Transforming variables (meaning discrete and continuous random variables) and comparing it to a Binomial distribution

Question

When studying "Transforming variables" (meaning discrete and continuous random variables), I came across the following formulas:

$E(aX+b) = a \cdot E(X) + b$

$Var(aX+b) = a^2 \cdot Var(X)$

When trying to build an intuition, I built the following experiments, in order to test if these would actually match my assumption/calculation.

Experiment: Tossing a coin four times, and counting the number of tails (therefore X is the number of tails).

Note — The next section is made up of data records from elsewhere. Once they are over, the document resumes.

"""``toeline test`` on doubles of bench and records: serials, views, JSON, scans, prompts, exit codes."""

from __future__ import annotations

import io
import json
from collections.abc import Callable, Mapping
from contextlib import contextmanager
from dataclasses import dataclass, field
from pathlib import Path
from typing import Any

import numpy as np
import pytest

from drivers.errors import LinkDown
from drivers.roles import Operator, Prompt
from fixture.bench.placing import Placement
from fixture.bench.planted import plant_faults
from fixture.cli.session import TestSession, TestWishes
from fixture.cli.surroundings import Surroundings
from fixture.domain.model import Model, Procedure
from fixture.domain.options import ReadingSpec
from fixture.domain.reading import Curve, Reading
from fixture.domain.run import BenchIdentity
from fixture.errors import BadInput, CannotMeasure, RecordsUnsafe, UnknownModel, UnknownSerial
from fixture.judge.decide import judge_reading
from fixture.sequence.stopping import StopFlag, StopRequested
from tests.sequence.bench_double import MIDDAY, GivenReadings, NotingBench, NotingJournal, volts

LIMITS = """
format = 1
[model]
name = "peat"
title = "Peat germanium fuzz"
maker = "Brindlecombe Pedal Works"
serial_pattern = 'PT-\\d{4}-\\d{4}'
serial_example = "PT-2612-0001"
default_procedure = "line"
[revision]
number = 4
author = "A. Tester"
date = 2026-12-01
reason = "for a test"
basis = "predicted"
[supply]
volts = "9 V"
ground = "positive"
current_limit = "20 mA"
over_voltage = "10 V"
[controls.fuzz]
param = "fuzz"
[procedures.line]
title = "On the line"
[[procedures.line.steps]]
name = "Rails"
kind = "given"
controls = { fuzz = "high" }
limits.rail = { low = "-9.2 V", high = "-8.8 V" }
limits.open_end = { low = "-", high = "1 V" }
"""

GOOD = (volts("rail", -9.0), volts("open_end", 0.5))


class AskingBench(NotingBench):
    """A bench whose controls are set by asking the operator."""

    operator: Operator | None = None

    def set_controls(self, positions: Mapping[str, float]) -> None:
        super().set_controls(positions)
        assert self.operator is not None
        self.operator.ask(Prompt("Fuzz fully right.", positions))


@dataclass
class Counter:
    """A counter in front of a session: what is typed, shown and complained of."""

    root: Path
    typed: str = ""
    given: tuple[Any, ...] = GOOD
    promised: tuple[Any, ...] = ("rail", "open_end")
    kind: Any = "simulated"
    bench: AskingBench = field(default_factory=AskingBench)
    journal: NotingJournal = field(default_factory=NotingJournal)
    stop: StopFlag = field(default_factory=StopFlag)
    out: io.StringIO = field(default_factory=io.StringIO)
    err: io.StringIO = field(default_factory=io.StringIO)
    opened: list[Placement | None] = field(default_factory=list)
    fails_to_open: list[Exception] = field(default_factory=list)
    journal_fails: Exception | None = None

    def session(self, **wishes: Any) -> TestSession:
        kind = GivenReadings("given", self.given, promised=self.promised)
        return TestSession(
            Surroundings(
                root=self.root,
                identity=BenchIdentity("bench-a", self.kind, {}),
                kinds={"given": kind},
                judge=judge_reading,
                open_bench=self.open_bench,
                open_journal=self.open_journal,
                now=lambda: MIDDAY,
                stdin=io.StringIO(self.typed),
                stdout=self.out,
                stderr=self.err,
            ),
            TestWishes(operator="A. Tester", **wishes),
            self.stop,
        )

    def open_bench(
        self,
        place: Placement | None,
        *,
        model: Model,
        procedure: Procedure,
        operator: Operator,
        pace: str,
        notice: Callable[[str], None],
    ) -> AskingBench:
        if self.fails_to_open:
            raise self.fails_to_open.pop(0)
        self.opened.append(place)
        self.bench.operator = operator
        notice("compiling something")
        return self.bench

    @contextmanager
    def open_journal(self, bench: BenchIdentity, *, monotonic: Callable[[], float]) -> Any:
        if self.journal_fails is not None:
            raise self.journal_fails
        yield self.journal


@pytest.fixture
def counter(tmp_path: Path) -> Counter:
    folder = tmp_path / "limits" / "peat"
    folder.mkdir(parents=True)
    (folder / "limits.toml").write_text(LIMITS, encoding="utf-8")
    return Counter(tmp_path)


def test_a_good_unit_is_zero_and_shown_beside_its_limits(counter: Counter) -> None:
    assert counter.session().test_one(" pt-2612-0001 ") == 0
    shown = counter.out.getvalue()
    lines = shown.splitlines()
    assert lines[0] == "... compiling something"
    assert lines[1] == "PT-2612-0001  Peat germanium fuzz, limits revision 4 (predicted)"
    assert "SIMULATED BENCH: no real pedal is tested" in lines[2]
    assert "[0/1] power on" in lines and "[1/1] Rails" in lines
    assert "  > Fuzz fully right." in lines
    (rail,) = (line for line in lines if " rail " in line)
    assert rail.split() == ["+", "PASS", "rail", "-9.000", "V", "-9.200", "V", "to", "-8.800", "V"]
    assert "outputs off, verified" in lines
    assert lines[-1].startswith("+ PASS  PT-")
    header = counter.journal.opened[0]
    assert (header.serial, header.scanned, header.operator) == ("PT-2612-0001", " pt-2612-0001 ", "A. Tester")
    assert counter.bench.log[-1] == "bench.close"


def test_a_failed_unit_is_one_and_says_what_failed_in_words(counter: Counter) -> None:
    counter.given = (volts("rail", -5.0), volts("open_end", 0.5))
    assert counter.session().test_one("PT-2612-0001") == 1
    lines = counter.out.getvalue().splitlines()
    assert any(line.startswith("x FAIL  PT-") for line in lines)
    (said,) = (line for line in lines if line.startswith("  x Rails: rail "))
    assert "allowed" in said
    assert lines[-2] == "history of this unit: toeline trace PT-2612-0001"


def test_a_bench_that_breaks_down_is_three(counter: Counter) -> None:
    def gone() -> None:
        raise LinkDown("meter: gone")

    counter.given = (gone,)
    assert counter.session().test_one("PT-2612-0001") == 3
    assert "? NOT MEASURED  PT-2612-0001: Rails: meter: gone" in counter.out.getvalue()
    assert "! bench: Rails: meter: gone" in counter.out.getvalue()


@pytest.mark.parametrize(("by", "code"), [("SIGINT", 130), ("SIGTERM", 143), ("SIGHUP", 129)])
def test_a_stopped_run_has_the_code_of_its_signal(counter: Counter, by: str, code: int) -> None:
    counter.given = (GOOD[0], lambda: counter.stop.request(by), GOOD[1])
    assert counter.session().test_one("PT-2612-0001") == code
    assert "! STOPPED  PT-" in counter.out.getvalue()
    assert counter.journal.closed[0].verdict.value == "STOPPED"


def test_json_is_one_object_with_what_was_promised(counter: Counter) -> None:
    assert counter.session(as_json=True).test_one("PT-2612-0001") == 0
    found = json.loads(counter.out.getvalue())
    assert {name: found[name] for name in ("serial", "model", "verdict", "bench", "run")} == {
        "serial": "PT-2612-0001",
        "model": "peat",
        "verdict": "PASS",
        "bench": "bench-a",
        "run": "bench-a-20260302-S000001",
    }
    rail, open_end = found["readings"]
    wanted = ("step", "name", "value", "unit", "low", "high", "verdict")
    assert [rail[key] for key in wanted] == ["Rails", "rail", -9.0, "V", -9.2, -8.8, "PASS"]
    assert [open_end[key] for key in wanted] == ["Rails", "open_end", 0.5, "V", None, 1.0, "PASS"]
    assert found["curves"] == {}


def test_in_json_what_is_not_a_number_is_null_and_a_curve_has_its_mask(counter: Counter) -> None:
    file = counter.root / "limits" / "peat" / "limits.toml"
    text = file.read_text(encoding="utf-8").replace(
        'limits.open_end = { low = "-", high = "1 V" }',
        'limits.response = { mask = [[100, -3, 3], [1000, -1, 1], [10000, "-", 3]] }',
    )
    file.write_text(text, encoding="utf-8")
    curve = Curve("response", np.array([50.0, 100.0, 10**2.5, 2000.0]), np.array([0.5, 0.0, 0.0, -np.inf]))
    counter.given = (Reading("rail", float("nan"), "V"), Reading("response", 0.0, "dB", curve=curve))
    counter.promised = (ReadingSpec("rail", "V"), ReadingSpec("response", "dB", is_curve=True))
    assert counter.session(as_json=True).test_one("PT-2612-0001") == 3
    found = json.loads(counter.out.getvalue(), parse_constant=pytest.fail)
    assert found["readings"][0]["value"] is None
    assert found["readings"][0]["verdict"] == "NOT MEASURED"
    response = found["curves"]["response"]
    assert response["hz"] == pytest.approx([50.0, 100.0, 10**2.5, 2000.0])
    assert response["db"] == [0.5, 0.0, 0.0, None]
    # straight over log frequency: half way between 100 Hz and 1 kHz, half way between the bounds
    assert response["low_db"] == [None, -3.0, pytest.approx(-2.0), None]
    assert response["high_db"][:3] == [None, 3.0, pytest.approx(2.0)]
    assert response["high_db"][3] == pytest.approx(1.0 + 2.0 * np.log10(2.0))


@pytest.mark.parametrize(
    ("scanned", "wishes", "error", "said"),
    [
        ("QQ-1", {}, UnknownSerial, "PT-2612-0001"),
        ("???", {}, BadInput, "not a serial"),
        ("PT-2612-0001", {"model": "peet"}, UnknownModel, "did you mean peat"),
        ("QQ-1", {"model": "peat"}, UnknownSerial, "look like PT-2612-0001"),
        ("PT-2612-0001", {"procedure": "lime"}, BadInput, "did you mean line"),
        ("PT-2612-0001", {"plant": ("open R3",)}, CannotMeasure, "no \\[circuit\\]"),
    ],
)
def test_bad_input_touches_neither_bench_nor_records(
    counter: Counter, scanned: str, wishes: dict[str, Any], error: type[Exception], said: str
) -> None:
    with pytest.raises(error, match=said):
        counter.session(**wishes).test_one(scanned)
    assert counter.opened == [] and counter.journal.opened == [] and counter.bench.log == []


@pytest.mark.parametrize("wishes", [{"plant": ("open R3",)}, {"mend": True}])
def test_faults_are_refused_on_a_real_bench(counter: Counter, wishes: dict[str, Any]) -> None:
    counter.kind = "real"
    with pytest.raises(BadInput, match="bench bench-a is real"):
        counter.session(hands="scripted", **wishes).test_one("PT-2612-0001")
    assert counter.opened == []


def test_planted_faults_stay_with_the_serial_until_mended(counter: Counter) -> None:
    plant_faults(counter.root, "PT-2612-0001", ["open R3"])
    counter.session().test_one("PT-2612-0001")
    counter.session().test_one("PT-2612-0002")
    counter.session(mend=True).test_one("PT-2612-0001")
    counter.session().test_one("PT-2612-0001")
    placed = [place.plant for place in counter.opened if place is not None]
    assert placed == [("open R3",), (), (), ()]
    assert [header.planted for header in counter.journal.opened] == placed
    assert "planted in this unit: open R3" in counter.out.getvalue()


def test_records_that_cannot_be_kept_start_no_test(counter: Counter) -> None:
    counter.journal_fails = RecordsUnsafe("logs is read-only")
    with pytest.raises(RecordsUnsafe):
        counter.session().test_one("PT-2612-0001")
    assert counter.opened == []


def test_scans_are_tested_one_after_another_until_the_input_ends(counter: Counter) -> None:
    counter.typed = "PT-2612-0001\n\n  \nPT-2612-0002\r\nPT-2612-0003"
    assert counter.session().test_scans() == 0
    assert [header.serial for header in counter.journal.opened] == [
        "PT-2612-0001",
        "PT-2612-0002",
        "PT-2612-0003",
    ]


def test_a_bad_scan_or_a_bench_that_does_not_answer_does_not_end_the_session(counter: Counter) -> None:
    counter.typed = "QQ-1\nPT-2612-0001\nPT-2612-0002\n"
    counter.fails_to_open = [LinkDown("supply: nobody answers")]
    assert counter.session().test_scans() == 3
    complaints = counter.err.getvalue()
    assert "QQ-1" in complaints and "supply: nobody answers" in complaints
    assert [header.serial for header in counter.journal.opened] == ["PT-2612-0002"]


def test_the_gravest_code_of_many_units_counts(counter: Counter) -> None:
    counter.typed = "PT-2612-0001\nPT-2612-0002\n"
    counter.given = (volts("rail", -5.0), GOOD[1])
    assert counter.session().test_scans() == 1


def test_records_that_become_unsafe_end_the_session(counter: Counter) -> None:
    def full() -> None:
        raise RecordsUnsafe("disk full")

    counter.typed = "PT-2612-0001\nPT-2612-0002\n"
    counter.journal.on = {"append_step": full}
    with pytest.raises(RecordsUnsafe):
        counter.session().test_scans()
    assert len(counter.journal.opened) == 1
    assert "PASS  PT-" not in counter.out.getvalue()


def test_a_stop_ends_the_session_after_the_run_was_closed(counter: Counter) -> None:
    counter.typed = "PT-2612-0001\nPT-2612-0002\n"
    counter.given = (lambda: counter.stop.request("SIGTERM"), *GOOD)
    assert counter.session().test_scans() == 143
    assert len(counter.journal.closed) == 1


def test_a_stop_while_nothing_runs_leaves_no_run(counter: Counter) -> None:
    counter.stop.request("SIGINT")
    with pytest.raises(StopRequested):
        counter.session().test_scans()
    assert counter.journal.opened == []


def test_faults_need_a_serial(counter: Counter) -> None:
    with pytest.raises(BadInput, match="go with a serial"):
        counter.session(plant=("open R3",)).test_scans()


def test_a_person_confirms_prompts_with_enter_and_a_scan_is_no_answer(counter: Counter) -> None:
    counter.typed = "PT-2612-0009\n\n"
    assert counter.session(hands="terminal").test_one("PT-2612-0001") == 0
    shown = counter.out.getvalue()
    assert "press Enter when done" in shown
    assert "'PT-2612-0009' is no answer" in shown
    assert [header.serial for header in counter.journal.opened] == ["PT-2612-0001"]


def test_without_anybody_to_answer_the_unit_is_not_measured(counter: Counter) -> None:
    assert counter.session(hands="terminal").test_one("PT-2612-0001") == 3
    assert "nobody answers the prompts" in counter.out.getvalue()


def test_json_with_prompts_keeps_stdout_for_the_object(counter: Counter) -> None:
    counter.typed = "\n"
    assert counter.session(as_json=True, hands="terminal").test_one("PT-2612-0001") == 0
    assert json.loads(counter.out.getvalue())["verdict"] == "PASS"
    assert "Fuzz fully right." in counter.err.getvalue()


def test_a_view_that_breaks_is_said_and_stops_no_test(counter: Counter) -> None:
    class Broken(io.StringIO):
        def write(self, text: str) -> int:
            if "power on" in text:
                raise BrokenPipeError("nobody reads")
            return super().write(text)

    counter.out = Broken()
    assert counter.session().test_one("PT-2612-0001") == 0
    assert len(counter.journal.closed) == 1
    assert "recorded: PASS" in counter.err.getvalue()


def test_outputs_that_could_not_be_seen_off_are_no_success(counter: Counter) -> None:
    bench = counter.bench
    bench.on = {"power_on": lambda: setattr(bench, "safe_problems", ("SUPPLY MAY BE ON",))}
    assert counter.session().test_one("PT-2612-0001") == 3
    assert "! SUPPLY MAY BE ON" in counter.out.getvalue()
    assert "PASS" in counter.out.getvalue()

Using binomial distribution: The probability of success is 0.5 and the number of trials is 4. Therefore, $E(X) = np = 2$ and $Var(X) = np(1-p) = 2 \cdot 0.5 = 1$

Using the formulas for transforming variables: In this case, the expected value is $0.5$ and the $Var(X) = E(X^2) - \left[ E(X) \right]^2 = 0.25$. Given that we're calculating the number of tails four times in a row, we can state that $E(X+X+X+X) = E(4X) = 4E(X) = 4 \cdot 0.5 = 2$ (which matches the previous calculation with Binomial distribution) and $Var(X+X+X+X) = Var(4X) = 16 \cdot 0.25 = 4$ (which does not match).

Where did I go wrong?

Thank you.

Answer 1

As I understood, each toss is described not by the same random variable $X$, but its own random variable, say, $X_i$, where $i$ is the number of toss. Then indeed $E\left(\sum_{i=1}^4 X_i\right)=\sum_{i=1}^4 E\left( X_i\right)$, but $Var\left(\sum_{i=1}^4 X_i\right)\ne Var(4X)$.